*The task*
Below are several records. Retype exactly those lines running from the one with "import pytest" through the one with "def random_telemetry(seed: int, units: int", end lines included, and no others.

*Information shown*
::::

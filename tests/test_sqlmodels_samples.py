"""The polars samples path (sqlmodels.samples_frame, what analyze runs) equals samples.sql
(the documented reference) row for row, on random telemetry with gaps, ratio changes,
stops, NaN and nulls, several units and a prior sample within the 31-day look-back."""
from __future__ import annotations

import datetime as dt
import math

import duckdb
import numpy as np
import polars as pl
import pytest
from hypothesis import given, settings as hsettings, strategies as st

from fleetwatch import physics, sqlmodels
from fleetwatch.config import load_settings
from fleetwatch.sqlmodels import model, run_model, run_samples

UTC = dt.timezone.utc
T0 = dt.datetime(2026, 6, 1, tzinfo=UTC)
SCHEMA = {"unit_id": pl.String, "ts": pl.Datetime("us", "UTC"), "v_in": pl.Float64,
          "i_in": pl.Float64, "p_in": pl.Float64, "n_in": pl.Float64, "n_out": pl.Float64,
          "ratio_cmd": pl.Float64, "t_out": pl.Float64, "temp": pl.Float64}


@pytest.fixture(scope="module")
def cfg(tmp_path_factory):
    return load_settings(tmp_path_factory.mktemp("proj"), env={})


def random_telemetry(seed: int, units: int = 3, n: int = 400) -> pl.DataFrame:
    """Samples at ~60 s with jitter, gaps (some longer than gap_min_s and some of days),
    stops (n_in at or below the floor, 0), ratio changes, repeated values (flatlines),
    NaN and nulls in every signal, and sub-second timestamps."""
    rng = np.random.default_rng(seed)
    parts = []
    for u in range(units):
        step = rng.choice([60.0, 60.0, 60.0, 1.5, 400.0, 3 * 86400.0, 30 * 86400.0],
                          size=n, p=[.6, .1, .1, .1, .05, .03, .02])
        t = np.cumsum(step) + rng.uniform(0, 0.999, n).round(6)
        ratio = np.repeat(rng.choice([0.5, 1.0, 1.0, 2.0], size=n // 20 + 1), 20)[:n]
        n_in = rng.choice([0.0, 50.0, 1500.0, 1500.0, 1500.0, 2900.5], size=n)
        n_out = n_in / ratio * (1 - rng.uniform(0, 0.05, n))
        cols = {"n_in": n_in, "n_out": n_out, "ratio_cmd": ratio,
                "v_in": rng.choice([24.0, 24.0, 23.5], size=n),
                "i_in": rng.choice([1.0, 2.0, 2.0], size=n),
                "t_out": rng.uniform(0, 3, n), "temp": rng.choice([40.0, 40.0, 41.0], size=n)}
        data = {}
        for k, v in cols.items():
            v = v.astype(float)
            v[rng.random(n) < 0.04] = np.nan
            data[k] = [None if rng.random() < 0.04 else float(x) for x in v]
        ts = [T0 + dt.timedelta(seconds=float(x)) for x in t]
        parts.append(pl.DataFrame({"unit_id": f"U{u}", "ts": ts, **data,
                                   "p_in": [None] * n}, schema=SCHEMA))
    df = pl.concat(parts).select(list(SCHEMA))
    df = df.with_columns(p_in=pl.col("v_in") * pl.col("i_in"))
    return df.unique(["unit_id", "ts"]).with_columns(day=pl.col("ts").dt.date())


def both(cfg, df: pl.DataFrame, from_ts, to_ts, context_s=86400.0):
    con = duckdb.connect()
    con.execute("SET TimeZone = 'UTC'")
    con.register("telemetry", df.sample(fraction=1.0, shuffle=True, seed=1).to_arrow())
    rt = {"from_ts": from_ts, "to_ts": to_ts, "context_s": context_s,
          "alpha_per_k": physics.ALPHA_COPPER_PER_K}
    run_model(con, model("samples"), cfg, rt)
    ref = pl.from_arrow(con.sql("SELECT * FROM samples ORDER BY unit_id, ts").to_arrow_table())
    run_samples(con, cfg, rt, into="samples_pl")
    got = pl.from_arrow(con.sql("SELECT * FROM samples_pl ORDER BY unit_id, ts")
                        .to_arrow_table())
    # the public frame function gives the same rows as the registered view
    frame = sqlmodels.samples_frame(con, cfg, rt).sort("unit_id", "ts")
    assert frame.equals(got), "samples_frame differs from run_samples"
    return ref, got, con


def assert_same(ref: pl.DataFrame, got: pl.DataFrame) -> None:
    assert got.columns == ref.columns
    assert got.height == ref.height
    for name in ref.columns:
        a, b = ref[name], got[name]
        assert a.dtype == b.dtype, name
        assert a.is_null().to_list() == b.is_null().to_list(), name
        if a.dtype == pl.Float64:
            x, y = a.drop_nulls().to_numpy(), b.drop_nulls().to_numpy()
            assert np.array_equal(np.isnan(x), np.isnan(y)), name
            ok = ~np.isnan(x)
            assert np.allclose(x[ok], y[ok], rtol=1e-12, atol=1e-9), name
        else:
            assert a.to_list() == b.to_list(), name


@pytest.mark.parametrize("slice_rows", [None, 1, 257])
@pytest.mark.parametrize("seed", range(6))
def test_polars_samples_equal_samples_sql(cfg, seed, slice_rows, monkeypatch):
    # slice_rows: the polars path builds the frame a slice of whole units at a time; small
    # slices (one unit each, or a few hundred rows) must give the same rows as one slice
    if slice_rows:
        monkeypatch.setattr(sqlmodels, "SAMPLES_SLICE_ROWS", slice_rows)
    df = random_telemetry(seed)
    ts = df["ts"].sort()
    # the range starts mid-data, so rows before it are context and the 31-day look-back
    # gives a prior sample (or none, for a unit whose data is all later)
    from_ts = ts[len(ts) // 3]
    to_ts = ts[2 * len(ts) // 3]
    ref, got, _ = both(cfg, df, from_ts, to_ts)
    assert ref.height > 50
    # what the comparison covers: both outcomes of the flags, gaps, NaN
    assert ref["steady"].sum() > 0 and (~ref["steady"]).sum() > 0
    assert ref["same_n_in"].null_count() > 0 and ref["gap_seg"].max() > 0
    assert ref["in_range"].sum() > 0 and (~ref["in_range"]).sum() > 0
    assert ref["seq"].min() >= 1
    assert_same(ref, got)


def test_prior_sample_gives_first_row_its_previous(cfg):
    df = random_telemetry(11, units=2, n=300)
    ts = df["ts"].sort()
    from_ts = ts[200] + dt.timedelta(days=2)
    ref, got, _ = both(cfg, df, from_ts, from_ts + dt.timedelta(days=20), context_s=3600.0)
    assert_same(ref, got)
    firsts = ref.group_by("unit_id").agg(pl.col("seq").min(), pl.col("prev_ts").first())
    # the scope's first row of a unit with earlier data is the 2nd of the unit (seq 2)
    assert (firsts["seq"] == 2).any()


@hsettings(max_examples=30, deadline=None)
@given(st.lists(st.tuples(st.sampled_from([0.5, 30.0, 60.0, 61.0, 700.0, 5e5]),
                          st.sampled_from([None, math.nan, 0.0, 10.0, 1500.0]),
                          st.sampled_from([None, math.nan, 1.0, 2.0]),
                          st.sampled_from([None, 20.0, 20.0])),
                min_size=1, max_size=40),
       st.integers(0, 39), st.integers(1, 40))
def test_polars_samples_equal_sql_property(cfg, rows, a, span):
    t = T0
    ts, n_in, ratio, v = [], [], [], []
    for step, ni, r, vv in rows:
        t = t + dt.timedelta(seconds=step)
        ts.append(t), n_in.append(ni), ratio.append(r), v.append(vv)
    n = len(ts)
    df = pl.DataFrame({"unit_id": ["A" if i % 3 else "B" for i in range(n)], "ts": ts,
                       "v_in": v, "i_in": v, "p_in": [None] * n, "n_in": n_in,
                       "n_out": n_in, "ratio_cmd": ratio, "t_out": [None] * n,
                       "temp": v}, schema=SCHEMA).with_columns(day=pl.col("ts").dt.date())
    a = min(a, n - 1)
    b = min(a + span, n - 1)
    from_ts, to_ts = ts[a], ts[b] + dt.timedelta(seconds=1)
    ref, got, _ = both(cfg, df, from_ts, to_ts, context_s=120.0)
    assert_same(ref, got)


@pytest.mark.parametrize("years", [0, 9000])
def test_sort_groups_units_in_time_order(years):
    """The Int64-key sort (and its fallback when ~9000 years of microseconds and 64 units
    do not fit in 62 bits) keeps each unit's rows together in ts order, all columns along."""
    from fleetwatch.sqlmodels import _sort_unit_ts

    rng = np.random.default_rng(3)
    n = 2000
    base = dt.datetime(1000 if years else 2026, 1, 1, tzinfo=UTC)
    secs = rng.integers(0, max(1, years) * 365 * 86400, n)
    df = pl.DataFrame({"unit_id": [f"U{u}" for u in rng.integers(0, 64, n)],
                       "ts": [base + dt.timedelta(seconds=int(x), microseconds=i)
                              for i, x in enumerate(secs)]}).with_row_index("i")
    got = _sort_unit_ts(df)
    assert got.height == n and sorted(got["i"].to_list()) == list(range(n))
    runs = got.select((pl.col("unit_id") != pl.col("unit_id").shift(1)).fill_null(True)
                      .sum())[0, 0]
    assert runs == df["unit_id"].n_unique()           # each unit is one contiguous run
    assert got.select((pl.col("ts").diff().over("unit_id").dt.total_microseconds() > 0)
                      .all(ignore_nulls=True))[0, 0]
    ref = df.sort("unit_id", "ts")
    assert got.sort("unit_id", "ts")["i"].to_list() == ref["i"].to_list()


def test_gap_segment_and_settle_clock_restart_per_unit(cfg):
    """No fill crosses units: with no prior sample, each unit starts in gap segment 0 and
    its own settle clock, whatever the unit sorted before it ended with."""
    rows = []
    for u in ("A", "B"):
        t = T0
        for i in range(30):
            t += dt.timedelta(seconds=3600 if i == 20 else 60)   # one gap per unit
            rows.append({"unit_id": u, "ts": t, "n_in": 1500.0, "n_out": 1500.0,
                         "ratio_cmd": 1.0, "v_in": 24.0, "i_in": 1.0, "p_in": 24.0,
                         "t_out": None, "temp": 40.0})
    df = pl.DataFrame(rows, schema=SCHEMA).with_columns(day=pl.col("ts").dt.date())
    ref, got, _ = both(cfg, df, T0, T0 + dt.timedelta(days=1), context_s=0.0)
    assert_same(ref, got)
    for u in ("A", "B"):
        g = got.filter(pl.col("unit_id") == u).sort("ts")
        assert g["gap_seg"].to_list() == [0] * 20 + [21] * 10
        assert g["steady"].to_list()[:3] == [False, False, True]    # 120 s settle


@pytest.mark.parametrize("slice_rows", [1, 3, 5, 100])
def test_unit_slices_cut_only_between_units_and_cover_every_row(slice_rows, monkeypatch):
    monkeypatch.setattr(sqlmodels, "SAMPLES_SLICE_ROWS", slice_rows)
    units = pl.Series(["A"] * 4 + ["B"] + ["C"] * 7 + ["D"] * 2)
    cuts = sqlmodels._unit_slices(units)
    assert cuts[0][0] == 0 and cuts[-1][1] == len(units)
    assert all(b == c for (_, b), (c, _) in zip(cuts, cuts[1:]))     # contiguous
    for i, (a, b) in enumerate(cuts):
        assert a < b
        assert a == 0 or units[a] != units[a - 1]                      # a unit starts
        if i < len(cuts) - 1:
            # long enough, and it would not be without its last unit
            start_of_last = max(j for j in range(a, b) if j == a or units[j] != units[j - 1])
            assert b - a >= slice_rows
            assert start_of_last == a or start_of_last - a < slice_rows
    assert sqlmodels._unit_slices(pl.Series([], dtype=pl.String)) == []


def test_prior_sample_found_a_day_back_or_up_to_31_days_back(cfg, monkeypatch):
    """The polars path reads the day before the scope first and looks further back only for
    units without a sample there: same rows as samples.sql's single 31-day look-back."""
    start = T0 + dt.timedelta(days=60)
    rows = []
    for unit, back in (("A", dt.timedelta(hours=5)), ("B", dt.timedelta(days=5)),
                       ("C", dt.timedelta(days=40)), ("D", dt.timedelta(days=3))):
        for k in range(3):                                  # older samples before the last
            rows.append((unit, start - back - dt.timedelta(minutes=10 * k)))
        if unit != "D":                                     # D: no sample in the scope
            rows += [(unit, start + dt.timedelta(minutes=k)) for k in range(5)]
    n = len(rows)
    df = pl.DataFrame({"unit_id": [r[0] for r in rows], "ts": [r[1] for r in rows],
                       "v_in": [24.0] * n, "i_in": [1.0] * n, "p_in": [24.0] * n,
                       "n_in": [1500.0] * n, "n_out": [1400.0] * n, "ratio_cmd": [1.0] * n,
                       "t_out": [None] * n, "temp": [40.0] * n},
                      schema=SCHEMA).with_columns(day=pl.col("ts").dt.date())
    seen = []
    real = duckdb.DuckDBPyConnection.register

    def spy(con, name, data):
        seen.append(name)
        return real(con, name, data)
    monkeypatch.setattr(duckdb.DuckDBPyConnection, "register", spy, raising=False)
    ref, got, _ = both(cfg, df, start, start + dt.timedelta(hours=1), context_s=60.0)
    assert "_prior_units" in seen                      # B and C were looked up further back
    assert_same(ref, got)
    first = got.group_by("unit_id").agg(pl.col("prev_ts").sort_by("ts").first())
    prev = dict(zip(first["unit_id"], first["prev_ts"]))
    assert prev["A"] == start - dt.timedelta(hours=5)
    assert prev["B"] == start - dt.timedelta(days=5)
    assert prev["C"] is None                            # beyond the 31 days
    assert "D" not in prev


def test_prior_sample_with_a_null_ratio_takes_the_reference_value(cfg):
    """samples.sql takes the previous ratio with arg_max, which skips nulls: when the last
    sample before the scope has no ratio_cmd, the value comes from an older sample (here
    5 days back), and the polars path's one-day look-back must not stop at the null."""
    start = T0 + dt.timedelta(days=60)
    ts = [start - dt.timedelta(days=5), start - dt.timedelta(hours=2)] + \
        [start + dt.timedelta(minutes=k) for k in range(4)]
    ratio = [2.0, None, 1.0, 1.0, 1.0, 1.0]
    n = len(ts)
    df = pl.DataFrame({"unit_id": ["E"] * n, "ts": ts, "v_in": [24.0] * n,
                       "i_in": [1.0] * n, "p_in": [24.0] * n, "n_in": [1500.0] * n,
                       "n_out": [1400.0] * n, "ratio_cmd": ratio, "t_out": [None] * n,
                       "temp": [40.0] * n}, schema=SCHEMA
                      ).with_columns(day=pl.col("ts").dt.date())
    ref, got, _ = both(cfg, df, start, start + dt.timedelta(hours=1), context_s=60.0)
    assert_same(ref, got)
    first = got.sort("ts").row(0, named=True)
    assert first["prev_ts"] == start - dt.timedelta(hours=2)
    assert first["prev_ratio_cmd"] == 2.0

::::

*Exercise response*
import pytest
from hypothesis import given, settings as hsettings, strategies as st

from fleetwatch import physics, sqlmodels
from fleetwatch.config import load_settings
from fleetwatch.sqlmodels import model, run_model, run_samples

UTC = dt.timezone.utc
T0 = dt.datetime(2026, 6, 1, tzinfo=UTC)
SCHEMA = {"unit_id": pl.String, "ts": pl.Datetime("us", "UTC"), "v_in": pl.Float64,
          "i_in": pl.Float64, "p_in": pl.Float64, "n_in": pl.Float64, "n_out": pl.Float64,
          "ratio_cmd": pl.Float64, "t_out": pl.Float64, "temp": pl.Float64}


@pytest.fixture(scope="module")
def cfg(tmp_path_factory):
    return load_settings(tmp_path_factory.mktemp("proj"), env={})


def random_telemetry(seed: int, units: int = 3, n: int = 400) -> pl.DataFrame:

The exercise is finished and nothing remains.